Mr. Bentley, 73, repeatedly signaled that he had no intention of resigning. Although the governor’s personal behavior has long been a subject of speculation here in the capital, it was not clear Wednesday how his admission would affect his standing among his constituents in this socially conservative state, where he easily won a second term less than two years ago.

“Bentley rode a white horse,” said Steve Flowers, a former state legislator who is now a political columnist. “The thing that has been so novel about this is that Bentley won the governor’s office and had high approval ratings because it appeared he was this First Baptist Church of Tuscaloosa deacon who looked like somebody’s grandfather and, frankly, someone’s great-grandfather.”

Seems like if the April 15 Washington Post story with quote was accurate:

("Flowers says Mason and Bentley called him to Bentley’s office in December to chew him out for a column he’d written months earlier, when the governor’s divorce was finalized, about the rumors about their relationship.

“She took control of the meeting and started browbeating me. . . . The governor was sitting there about to cry, saying he hadn’t seen his family at Christmas,” Flowers said. “She was going on for 15 minutes. . . . I felt really sorry for him. He was trying to talk at me, but she was too busy doing it.”")

then some might wonder if columnist Mr Flowers kind of missed an oppportunity just after the recording story hit the fan to correct the record concerning various denials and pressure brought by the fomer Governor Bentley and certain of his staffers, some might say who were engaging in attempts to cover up what was actually going on.

At the very least, First Baptist Church Tuscaloosa was delayed in their apparently righteous dechurching, and the citizens of Alabama were delayed in getting some of the truth as to the apparently fornicating prevaricators inhabiting the Governor's Mansion and Goat Hill.

Anonymous said...

How many legitimate “cases” were not investigated or prosecuted because the Bemtley circus was in town. Investigators learned that politics dictated what they did and did not pursue.
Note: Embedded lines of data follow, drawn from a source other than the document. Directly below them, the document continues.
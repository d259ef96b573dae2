"""Precipitation phase: Jennings et al. (2018) thresholds; Bourgouin (2000) decisions."""

import numpy as np
import pytest
from scipy.optimize import brentq

from regionmap.downscale import phase


def test_jennings2018_fifty_percent_thresholds():
    # Jennings et al. (2018), Nature Comm. 9:1148, Table 2 [calc]: 50 % snow at
    # 0.738 degC with 100 % RH and 3.929 degC with 50 % RH; p(0 degC, 100 %) = 0.7389.
    for rh, expected in [(1.0, 0.738), (0.5, 3.929)]:
        t50 = brentq(
            lambda t, rh=rh: phase.snow_probability_jennings2018(t + 273.15, rh) - 0.5, -5, 10
        )
        assert t50 == pytest.approx(expected, abs=1e-3)
        assert phase.threshold_temperature_jennings2018(rh) - 273.15 == pytest.approx(
            expected, abs=1e-3
        )
        # the mass partition is one half at the published threshold
        assert phase.snow_fraction_jennings2018(expected + 273.15, rh) == pytest.approx(
            0.5, abs=2e-3
        )
    assert phase.snow_probability_jennings2018(273.15, 1.0) == pytest.approx(0.7389, abs=1e-4)


def test_jennings2018_partition_is_all_snow_a_degree_below_the_threshold():
    # Jennings et al. (2018), Table 2: at 100 % RH the threshold is 0.738 degC, so an hour at
    # -1.3 degC is snow; the probability there is 0.95 (a share of observations, not a mass
    # split: 5 % of the mass as rain would be the error the probability gives)
    t = 273.15 - 1.3
    assert phase.snow_probability_jennings2018(t, 1.0) == pytest.approx(0.95, abs=0.01)
    assert phase.snow_fraction_jennings2018(t, 1.0) == 1.0
    # and all rain a degree above it
    assert phase.snow_fraction_jennings2018(273.15 + 0.738 + 1.0, 1.0) == 0.0


def test_no_liquid_below_zero_wet_bulb_with_metpy_as_oracle():
    # MetPy wet_bulb_temperature (Normand's construction, an outside library) decides which
    # hours have a wet bulb at or below 0 degC; there every method gives all snow, as a
    # snowflake below 0 degC wet bulb does not melt (Matsuo & Sasyo 1981 [mem])
    import metpy.calc as mc
    from metpy.units import units

    rng = np.random.default_rng(7)
    t = 273.15 + rng.uniform(-3.0, 6.0, 400)
    rh = rng.uniform(0.3, 1.0, 400)
    p = rng.uniform(60e3, 95e3, 400)
    td = mc.dewpoint_from_relative_humidity(t * units.K, rh)
    tw = mc.wet_bulb_temperature(p * units.Pa, t * units.K, td).to("K").m
    for method in ("jennings2018", "wet_bulb", "air_temperature"):
        sf = phase.snow_fraction(method, t, rh, p, threshold_c=-1.0, half_width_k=1.0)
        cold = tw < 273.15 - 0.05  # away from the 0.1 K difference of the two wet bulbs
        assert cold.sum() > 50 and np.all(sf[cold] == 1.0), method
        assert np.any(sf[~cold] < 1.0), method


def test_bourgouin2000_warm_nose_over_cold_surface_is_freezing_rain():
    # Bourgouin (2000) [mem]: melting area > 13.2 J/kg with a shallow cold layer gives
    # freezing rain; a deep cold layer (area > 46 + 0.66 melt area) refreezes to pellets.
    p_lev = np.array([950e2, 900e2, 850e2, 800e2, 700e2])
    warm = np.array([[272.0], [277.0], [276.0], [270.0], [262.0]])
    melt, cold = phase.bourgouin2000_areas(np.array([271.0]), np.array([1000e2]), warm, p_lev)
    assert melt[0] > 13.2 and cold[0] < 46 + 0.66 * melt[0]
    assert phase.freezing_rain_fraction_bourgouin2000(melt, cold)[0] == 1.0
    # same warm nose above a deep, very cold surface layer -> ice pellets, no freezing rain
    p_lev2 = np.array([950e2, 900e2, 850e2, 800e2, 750e2, 700e2])
    deep = np.array([[258.0], [258.0], [262.0], [276.0], [271.0], [262.0]])
    melt2, cold2 = phase.bourgouin2000_areas(np.array([258.0]), np.array([1000e2]), deep, p_lev2)
    assert cold2[0] > 46 + 0.66 * melt2[0]
    assert phase.freezing_rain_fraction_bourgouin2000(melt2, cold2)[0] == 0.0
    # an all-cold sounding: no melting, nothing flagged
    cold_col = np.full((5, 1), 265.0)
    m3, c3 = phase.bourgouin2000_areas(np.array([268.0]), np.array([1000e2]), cold_col, p_lev)
    assert m3[0] == 0.0 and phase.freezing_rain_fraction_bourgouin2000(m3, c3)[0] == 0.0


def test_bourgouin_area_formula_on_a_linear_profile():
    # Area of a layer with T linear in ln p: R_d * mean(T - 273.15) * ln(p_bot / p_top) [calc].
    p_lev = np.array([900e2])
    melt, cold = phase.bourgouin2000_areas(
        np.array([272.15]), np.array([1000e2]), np.array([[274.15]]), p_lev
    )
    # crossing halfway in ln p: each triangle 0.5 * 1 K * ln(1000/900)/2
    expected = 287.04749097718457 * 0.5 * 1.0 * np.log(1000 / 900) / 2
    assert melt[0] == pytest.approx(expected, rel=1e-12) and cold[0] == pytest.approx(
        expected, rel=1e-12
    )


def test_freezing_rain_only_over_subfreezing_cells():
    snow, fz = phase.freezing_rain_at_cell(
        np.array([0.9, 0.9]), np.array([1.0, 1.0]), np.array([271.0, 275.0])
    )
    assert fz.tolist() == [1.0, 0.0] and snow[0] == 0.0 and snow[1] == 0.9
So how many people being paid by taxpayer money are laughing all the way to the bank because they have constantly had their hands in the cookie jar but not afraid of ever being caught!? If the agencies that are designed to protect us by enforcing the laws that are designed to protect us are afraid of losing their jobs or being harassed or worse, when would they EVER risk being subjected to the humiliation of being targeted by opening an investigation . In Alabama the guy who took credit for processing accountability laws took the “I meant look at THEM “ approach when he was prosecuted. (Hubbard) I expect there are many at the state, County and local level who just do as they please and threaten those powerless. They fill out annual reports and submit them to the ethics board I think I saw mentioned where said forms are filed not verified for truth. Had Bentley’s wife not had enough, that story would’ve forever been shushed. Look at the time between your report and it hitting mSM. People are not allowed to report ethics violations anonymously and I would think are afraid to make themselves a target by reporting and attaching their name.